Il ne croyait pas au « mythe paneuropéen » « à la chimère des États-Unis d’Europe » parce que pour lui l’économique primait [58] alors que pour Coudenhove-Calergi, le politique devait s’imposer. Ce dernier a « toujours craint que le fait de parler en seuls termes économiques ne freine, ou pire, ne trahisse l’élan généreux de toute une jeunesse, il appréhende qu’une Europe faite par des industriels ou des bureaucrates risque de ne pas avoir le souffle vital du dynamisme créateur » [59].

Henri Lambert n’eut toutefois pas tout à fait tort : par la suite en effet, le premier embryon de l’Europe fut économique et quant aux difficultés de gérer cet ensemble de pays, les événements de ces dernières années sont là pour appuyer sa thèse.

Si Coudenhove et lui désiraient profondément la paix, les ambitions d’Henri Lambert étaient de la répandre sur tout l’univers, tout acquis qu’il était à une philosophie optimiste sur l’homme.

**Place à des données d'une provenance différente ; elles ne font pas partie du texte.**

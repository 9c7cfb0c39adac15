package relpos

import (
	"math/rand/v2"
	"path/filepath"
	"slices"
	"testing"

	"github.com/relshard/relshard/tokenize"
)

// benchWindow is a performance-encoding-like window of n tokens: about a third of the
// tokens carry no pitch (time shifts, velocities), times advance by 0 to 500 ms, one
// token in eight is a drum hit.
func benchWindow(n int) []tokenize.Token {
	r := rand.New(rand.NewPCG(7, 8))
	tokens := make([]tokenize.Token, n)
	t := int32(0)
	for i := range tokens {
		tk := tokenize.Token{ID: int32(r.IntN(388)), Pitch: -1, Inst: -1}
		switch r.IntN(8) {
		case 0, 1:
			t += int32(10 * (1 + r.IntN(50)))
		case 2:
			tk.Inst = 0
		case 3:
			tk.Inst, tk.Pitch = tokenize.InstDrums, int16(35+r.IntN(12))
		default:
			tk.Inst, tk.Pitch = 0, int16(40+r.IntN(48))
		}
		tk.Time, tk.MS = t, t
		tokens[i] = tk
	}
	return tokens
}

// benchConfig has one scheme of about 64 buckets per offset kind.
func benchConfig() Config {
	cfg := DefaultConfig()
	cfg.Distance = []SchemeSpec{{Scheme: TypeLog, Buckets: 64, Max: 2048}}
	cfg.Time = []SchemeSpec{{Scheme: TypeLog, Buckets: 64, Max: 30000}}
	cfg.Pitch = []SchemeSpec{{Scheme: TypeLinear, Width: 1, Clip: clipPtr(32)}}
	return cfg
}

// BenchmarkCountFast and BenchmarkCountNaive count the same L = 2048 window with the
// same config (64-bucket schemes, instrument breakdown on); their ns/op ratio is the
// speed-up of the exact O(L·C) counting over enumerating the pairs.
func BenchmarkCountFast(b *testing.B) { benchCount(b, benchConfig(), benchWindow(2048)) }

func BenchmarkCountNaive(b *testing.B) {
	c, err := NewCounter(benchConfig())
	if err != nil {
		b.Fatal(err)
	}
	tokens := benchWindow(2048)
	b.ReportAllocs()
	b.SetBytes(int64(len(tokens)))
	for b.Loop() {
		if _, err := c.CountNaive(tokens); err != nil {
			b.Fatal(err)
		}
	}
}

func BenchmarkSample(b *testing.B) {
	cfg := benchConfig()
	cfg.Sample = 0.01
	c, err := NewCounter(cfg)
	if err != nil {
		b.Fatal(err)
	}
	tokens := benchWindow(2048)
	tally := c.NewTally()
	b.ReportAllocs()
	for i := 0; b.Loop(); i++ {
		if err := c.Sample(tally, tokens, uint64(i)); err != nil {
			b.Fatal(err)
		}
	}
}

func BenchmarkReport(b *testing.B) {
	c, err := NewCounter(DefaultConfig())
	if err != nil {
		b.Fatal(err)
	}
	tally := c.NewTally()
	if err := c.Count(tally, benchWindow(2048)); err != nil {
		b.Fatal(err)
	}
	b.ReportAllocs()
	for b.Loop() {
		c.Report(tally, "ms")
	}
}

// BenchmarkCountJoint adds the time × pitch table, which walks every pitched pair.
func BenchmarkCountJoint(b *testing.B) {
	cfg := benchConfig()
	cfg.Joint = true
	benchCount(b, cfg, benchWindow(2048))
}

// BenchmarkCountDefault counts an L = 2048 performance-encoding-like window with
// DefaultConfig (distance linear clip 64 and log 32/128, time log 32/2048, pitch linear
// clip 24, instrument breakdown on, causal): the counting that export does per window.
func BenchmarkCountDefault(b *testing.B) { benchCount(b, DefaultConfig(), benchWindow(2048)) }

// perfWindow is a window of n tokens as the performance encoding writes them with its
// default of dropping drums: a quarter time shifts of 10 to 500 ms, one token in ten a
// velocity change (neither has an instrument), the rest note-ons and note-offs of
// pitched instruments, several at one time in chords.
func perfWindow(n int) []tokenize.Token {
	r := rand.New(rand.NewPCG(9, 10))
	tokens := make([]tokenize.Token, n)
	t := int32(0)
	for i := range tokens {
		tk := tokenize.Token{ID: int32(r.IntN(388)), Pitch: -1, Inst: -1}
		switch k := r.IntN(20); {
		case k < 5:
			t += int32(10 * (1 + r.IntN(50)))
		case k < 7:
		default:
			tk.Inst, tk.Pitch = int16(r.IntN(3)*8), int16(36+r.IntN(52))
		}
		tk.Time, tk.MS = t, t
		tokens[i] = tk
	}
	return tokens
}

// BenchmarkCountDefaultNoDrums is BenchmarkCountDefault on a window without drums, what
// export counts with the default token settings.
func BenchmarkCountDefaultNoDrums(b *testing.B) { benchCount(b, DefaultConfig(), perfWindow(2048)) }

// benchCount times exact counting of one window with cfg, after one count that grows
// the counter's scratch buffers, so allocations per op show any per-window allocation.
func benchCount(b *testing.B, cfg Config, tokens []tokenize.Token) {
	c, err := NewCounter(cfg)
	if err != nil {
		b.Fatal(err)
	}
	tally := c.NewTally()
	if err := c.Count(tally, tokens); err != nil {
		b.Fatal(err)
	}
	b.ReportAllocs()
	b.SetBytes(int64(len(tokens)))
	for b.Loop() {
		if err := c.Count(tally, tokens); err != nil {
			b.Fatal(err)
		}
	}
}

// BenchmarkCountReal counts the windows of real files, Debian's openttd-openmsx
// music, in both encodings with DefaultConfig: their times come in whole steps and
// their density varies as music does, which the synthetic windows above do not show.
func BenchmarkCountReal(b *testing.B) {
	paths, _ := filepath.Glob(filepath.Join(openMSXDir, "*.mid"))
	if len(paths) == 0 {
		b.Skip("openttd-openmsx files missing (install Debian's openttd-openmsx)")
	}
	for _, enc := range []string{tokenize.Performance, tokenize.Grid} {
		b.Run(enc, func(b *testing.B) {
			cfg := tokenize.DefaultConfig()
			cfg.Encoding = enc
			e, err := tokenize.NewEncoder(cfg)
			if err != nil {
				b.Fatal(err)
			}
			var windows [][]tokenize.Token
			eachWindow(b, e, paths, func(w tokenize.Window) error {
				windows = append(windows, slices.Clone(w.Tokens))
				return nil
			})
			c, err := NewCounter(DefaultConfig())
			if err != nil {
				b.Fatal(err)
			}
			tally := c.NewTally()
			for _, w := range windows { // grows the scratch buffers once
				if err := c.Count(tally, w); err != nil {
					b.Fatal(err)
				}
			}
			b.ReportAllocs()
			for b.Loop() {
				for _, w := range windows {
					if err := c.Count(tally, w); err != nil {
						b.Fatal(err)
					}
				}
			}
			b.ReportMetric(float64(len(windows)), "windows/op")
		})
	}
}
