package relpos

import "fmt"

// Kind is an offset kind.
type Kind int

// Offset kinds.
const (
	Distance Kind = iota // token distance j − i
	Time                 // Δt = t_j − t_i in the stream's time unit
	Pitch                // Δp = p_j − p_i, pairs where both tokens have a pitch
	numKinds
)

// Kinds lists the offset kinds in report order.
var Kinds = [numKinds]Kind{Distance, Time, Pitch}

func (k Kind) String() string {
	switch k {
	case Distance:
		return "distance"
	case Time:
		return "time"
	case Pitch:
		return "pitch"
	}
	return fmt.Sprintf("kind(%d)", int(k))
}

// KindWidths lists bucket widths per offset kind.
type KindWidths struct {
	Distance []int `yaml:"distance" json:"distance"`
	Time     []int `yaml:"time" json:"time"`
	Pitch    []int `yaml:"pitch" json:"pitch"`
}

func (w KindWidths) of(k Kind) []int {
	switch k {
	case Distance:
		return w.Distance
	case Time:
		return w.Time
	}
	return w.Pitch
}

// Config selects the pairs, the schemes per offset kind and what the coverage report
// contains. The zero value of a field means its default (see DefaultConfig).
type Config struct {
	// Pairs is causal (keys j ≤ i, the default) or bidirectional.
	Pairs Mode `yaml:"pairs" json:"pairs"`
	// Schemes per offset kind; every one is counted in the same pass.
	Distance []SchemeSpec `yaml:"distance" json:"distance"`
	Time     []SchemeSpec `yaml:"time" json:"time"`
	Pitch    []SchemeSpec `yaml:"pitch" json:"pitch"`
	// Instruments adds the breakdown into drum pairs (both tokens drums) and pitched
	// pairs (both tokens pitched instruments). Default on; "false" turns it off.
	Instruments *bool `yaml:"instruments" json:"instruments"`
	// Joint adds the 2-D table of the first time scheme × the first pitch scheme over
	// pairs where both tokens have a pitch. It walks every such pair: O(L²) per window.
	Joint bool `yaml:"joint" json:"joint"`
	// Targets are the coverage targets of the recommendations (default 0.95, 0.99).
	Targets []float64 `yaml:"targets" json:"targets"`
	// Budget, when > 0, lists the (width, clip) pairs whose rows fit Budget embedding rows.
	Budget int `yaml:"budget" json:"budget"`
	// BudgetWidths are the widths tried for the budget, per kind.
	BudgetWidths KindWidths `yaml:"budget_widths" json:"budget_widths"`
	// Sample, when in (0, 1), counts a random share of the pairs instead of all of them,
	// and every share gets a Wilson confidence interval at Confidence.
	Sample float64 `yaml:"sample" json:"sample"`
	// ExactUpTo is the largest |Δ| up to which the quantiles of time offsets (and of token
	// distance within an instrument class) are exact: those offsets are counted one by
	// one, at a cost of the pairs that close in time. Above it a quantile is bracketed
	// within 1/12 of its value. Default 32.
	ExactUpTo  int     `yaml:"exact_up_to" json:"exact_up_to"`
	Seed       uint64  `yaml:"seed" json:"seed"`
	Confidence float64 `yaml:"confidence" json:"confidence"`
}

func clipPtr(k int) *int { return &k }

// DefaultConfig returns the defaults: causal pairs; distance buckets linear with clip 64
// and the log buckets of Raffel et al. 2020 (32 buckets up to 128); time log buckets (32
// up to 2048 units); pitch linear with clip 24 (two octaves); instrument breakdown on;
// targets 95 % and 99 %; exact counting.
func DefaultConfig() Config {
	on := true
	return Config{
		Pairs: Causal,
		Distance: []SchemeSpec{
			{Scheme: TypeLinear, Width: 1, Clip: clipPtr(64)},
			{Scheme: TypeLog, Buckets: 32, Max: 128},
		},
		Time:        []SchemeSpec{{Scheme: TypeLog, Buckets: 32, Max: 2048}},
		Pitch:       []SchemeSpec{{Scheme: TypeLinear, Width: 1, Clip: clipPtr(24)}},
		Instruments: &on,
		Targets:     []float64{0.95, 0.99},
		BudgetWidths: KindWidths{
			Distance: []int{1, 2, 4, 8, 16},
			Time:     []int{1, 5, 10, 20, 50, 100, 200},
			Pitch:    []int{1, 2, 3, 4, 6, 12},
		},
		Confidence: 0.95,
		ExactUpTo:  DefaultExact,
	}
}

// Specs returns the scheme specs of an offset kind.
func (c Config) Specs(k Kind) []SchemeSpec {
	switch k {
	case Distance:
		return c.Distance
	case Time:
		return c.Time
	}
	return c.Pitch
}

// Resolved returns the config with every zero field set to its default.
func (c Config) Resolved() Config {
	d := DefaultConfig()
	if c.Pairs == "" {
		c.Pairs = d.Pairs
	}
	if len(c.Distance) == 0 {
		c.Distance = d.Distance
	}
	if len(c.Time) == 0 {
		c.Time = d.Time
	}
	if len(c.Pitch) == 0 {
		c.Pitch = d.Pitch
	}
	if c.Instruments == nil {
		c.Instruments = d.Instruments
	}
	if len(c.Targets) == 0 {
		c.Targets = d.Targets
	}
	if len(c.BudgetWidths.Distance) == 0 {
		c.BudgetWidths.Distance = d.BudgetWidths.Distance
	}
	if len(c.BudgetWidths.Time) == 0 {
		c.BudgetWidths.Time = d.BudgetWidths.Time
	}
	if len(c.BudgetWidths.Pitch) == 0 {
		c.BudgetWidths.Pitch = d.BudgetWidths.Pitch
	}
	if c.Confidence == 0 {
		c.Confidence = d.Confidence
	}
	if c.ExactUpTo == 0 {
		c.ExactUpTo = d.ExactUpTo
	}
	return c
}

// maxSchemesPerKind bounds the schemes of one kind (a sweep's grid included).
const maxSchemesPerKind = 1 << 14

// Validate checks the resolved config and names the first bad key.
func (c Config) Validate() error {
	c = c.Resolved()
	if !c.Pairs.valid() {
		return fmt.Errorf("relpos config: pairs %q is neither %q nor %q", c.Pairs, Causal, Bidirectional)
	}
	for _, k := range Kinds {
		specs := c.Specs(k)
		if len(specs) > maxSchemesPerKind {
			return fmt.Errorf("relpos config: %s: %d schemes, at most %d", k, len(specs), maxSchemesPerKind)
		}
		for i, s := range specs {
			if _, err := s.Build(direction(k, c.Pairs)); err != nil {
				return fmt.Errorf("relpos config: %s[%d] %s: %w", k, i, s, err)
			}
		}
		for i, w := range c.BudgetWidths.of(k) {
			if w < 1 || w > maxWidth {
				return fmt.Errorf("relpos config: budget_widths.%s[%d]: width %d outside 1..%d", k, i, w, maxWidth)
			}
		}
	}
	for i, t := range c.Targets {
		if !(t > 0 && t <= 1) {
			return fmt.Errorf("relpos config: targets[%d]: %v outside (0, 1]", i, t)
		}
	}
	if c.Budget < 0 || c.Budget > 2*maxClip+1 {
		return fmt.Errorf("relpos config: budget %d outside 0..%d", c.Budget, 2*maxClip+1)
	}
	if !(c.Sample >= 0 && c.Sample <= 1) {
		return fmt.Errorf("relpos config: sample %v outside [0, 1]", c.Sample)
	}
	if c.ExactUpTo < 1 || c.ExactUpTo > maxExact {
		return fmt.Errorf("relpos config: exact_up_to %d outside 1..%d", c.ExactUpTo, maxExact)
	}
	if !(c.Confidence > 0 && c.Confidence < 1) {
		return fmt.Errorf("relpos config: confidence %v outside (0, 1)", c.Confidence)
	}
	return nil
}

// Tables returns the bucket table of every scheme, labelled with its offset kind, in
// config order: the JSON to store with the shards.
func (c Config) Tables() ([]Table, error) {
	if err := c.Validate(); err != nil {
		return nil, err
	}
	c = c.Resolved()
	var out []Table
	for _, k := range Kinds {
		for _, spec := range c.Specs(k) {
			s, err := spec.Build(direction(k, c.Pairs))
			if err != nil {
				return nil, err // unreachable after Validate
			}
			t := s.Table()
			t.Kind = k.String()
			switch k {
			case Distance:
				t.Unit = "tokens"
			case Pitch:
				t.Unit = "semitones"
			} // time: the encoding's unit, which the caller knows (ms or grid steps)
			out = append(out, t)
		}
	}
	return out, nil
}

// direction is the default direction of a log scheme of kind k: the pairs mode for
// token distance and time (causal pairs have offsets ≤ 0), and bidirectional for
// pitch, whose offsets take both signs in either mode.
func direction(k Kind, pairs Mode) Mode {
	if k == Pitch {
		return Bidirectional
	}
	return pairs
}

En conclusion, les conceptions universalistes d’Henri Lambert dépassent de loin le cadre de l’idée européenne. Ce n’est qu’un élément secondaire dans son système holistique de pensée. Ces prises de position trop dogmatiques, trop radicales, trop rigoristes, voire teintées d’utopie, vont écarter de lui principalement le monde politique, adepte des possibles. Pour lui, les compromis politiques sont souvent synonymes de compromissions, qui s’écartent dès lors de la loi naturelle et par conséquent seront sources de difficultés pour l’humanité. Jules Destrée, le brillant intellectuel et avocat carolorégien et ancien ministre socialiste, écrit dans la tribune libre du journal Le Soir du 26 mars 1932, à propos de l’analyse d’Henri Lambert de la crise des années 1930, une phrase qui résume bien cette situation : « Il a raison M. Lambert, il a tout à fait raison. Il a même tellement raison que par ces temps désaxés, il ne sera probablement écouté par personne. Et c’est pourquoi, sans me figurer que je lui apporte un appui efficace, j’entends lui donner mon adhésion » [60].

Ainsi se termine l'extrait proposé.